Softer US services activity cast a pall over Wall Street, with stock markets broadly weaker as investors continue to weigh up whether the Federal Reserve will cut interest rates as aggressively as they’d like.
Meanwhile, the US trade deficit narrowed in June as the effects President Donald Trump’s new world trade order start to bite, with new tariffs coming for semiconductors and pharmaceuticals in the next week or so.
Sharesies’ favourite Palantir Technologies extended its gains after lifting June quarter earnings more than 50% as the data analysis firm enjoyed the patronage of a White House wanting costs to be cut and greater use of artificial intelligence.

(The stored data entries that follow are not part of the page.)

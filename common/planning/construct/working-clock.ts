import type { Calendar } from './calendar';
import { NEVER } from './calendar';

/** Adds working minutes to instants by the studio's own calendar. */
export class WorkingClock {
  private readonly before: Int32Array;
  private readonly total: number;

  constructor(private readonly calendar: Calendar) {
    this.before = new Int32Array(calendar.count);
    let sum = 0;
    for (let i = 0; i < calendar.count; i += 1) {
      this.before[i] = sum;
      sum += calendar.ends[i] - calendar.starts[i];
    }
    this.total = sum;
  }

  /** Working minutes from the horizon's start until an instant. */
  minutesUntil(instant: number): number {
    const { calendar } = this;
    const i = calendar.indexAt(instant);
    if (i >= calendar.count) return this.total;
    return this.before[i] + Math.max(0, instant - calendar.starts[i]);
  }

  /** The first instant with at least `gap` working minutes since `from`, not before `from` where the gap is 0 or more. */
  earliestAfter(from: number, gap: number): number {
    const target = this.minutesUntil(from) + gap;
    if (gap >= 0 && target <= this.minutesUntil(from)) return from;
    return this.firstWith(target);
  }

  /** The last instant with at most `gap` working minutes since `from`. */
  latestAfter(from: number, gap: number): number {
    const target = this.minutesUntil(from) + gap;
    if (target < 0) return -NEVER;
    return this.firstWith(target + 1) - 1;
  }

  private firstWith(minutes: number): number {
    if (minutes <= 0) return -NEVER;
    if (minutes > this.total) return NEVER;
    let low = 0;
    let high = this.before.length - 1;
    while (low < high) {
      const middle = (low + high + 1) >> 1;
      if (this.before[middle] < minutes) low = middle;
      else high = middle - 1;
    }
    return this.calendar.starts[low] + minutes - this.before[low];
  }
}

And New Zealand’s June quarter employment figures are expected to show a pick-up in the unemployment rate and subdued wage inflation, keeping alive expectations for the Reserve Bank to cut the official cash rate.
Bad service
Stocks on Wall Street were weaker, with the S&P 500 slipping 0.4% in late trading after a softer-than-expected reading from the ISM services survey, showing a small expansion in activity, with the sub-indices reporting shrinking employment and rising costs.
“The data plays to the view that US inflation will remain sticky and economic growth momentum is weakening, as was clearly evident in last week’s data releases, including GDP figures for those willing to look past the headline bounce,” Bank of New Zealand senior markets strategist Jason Wong said in a note.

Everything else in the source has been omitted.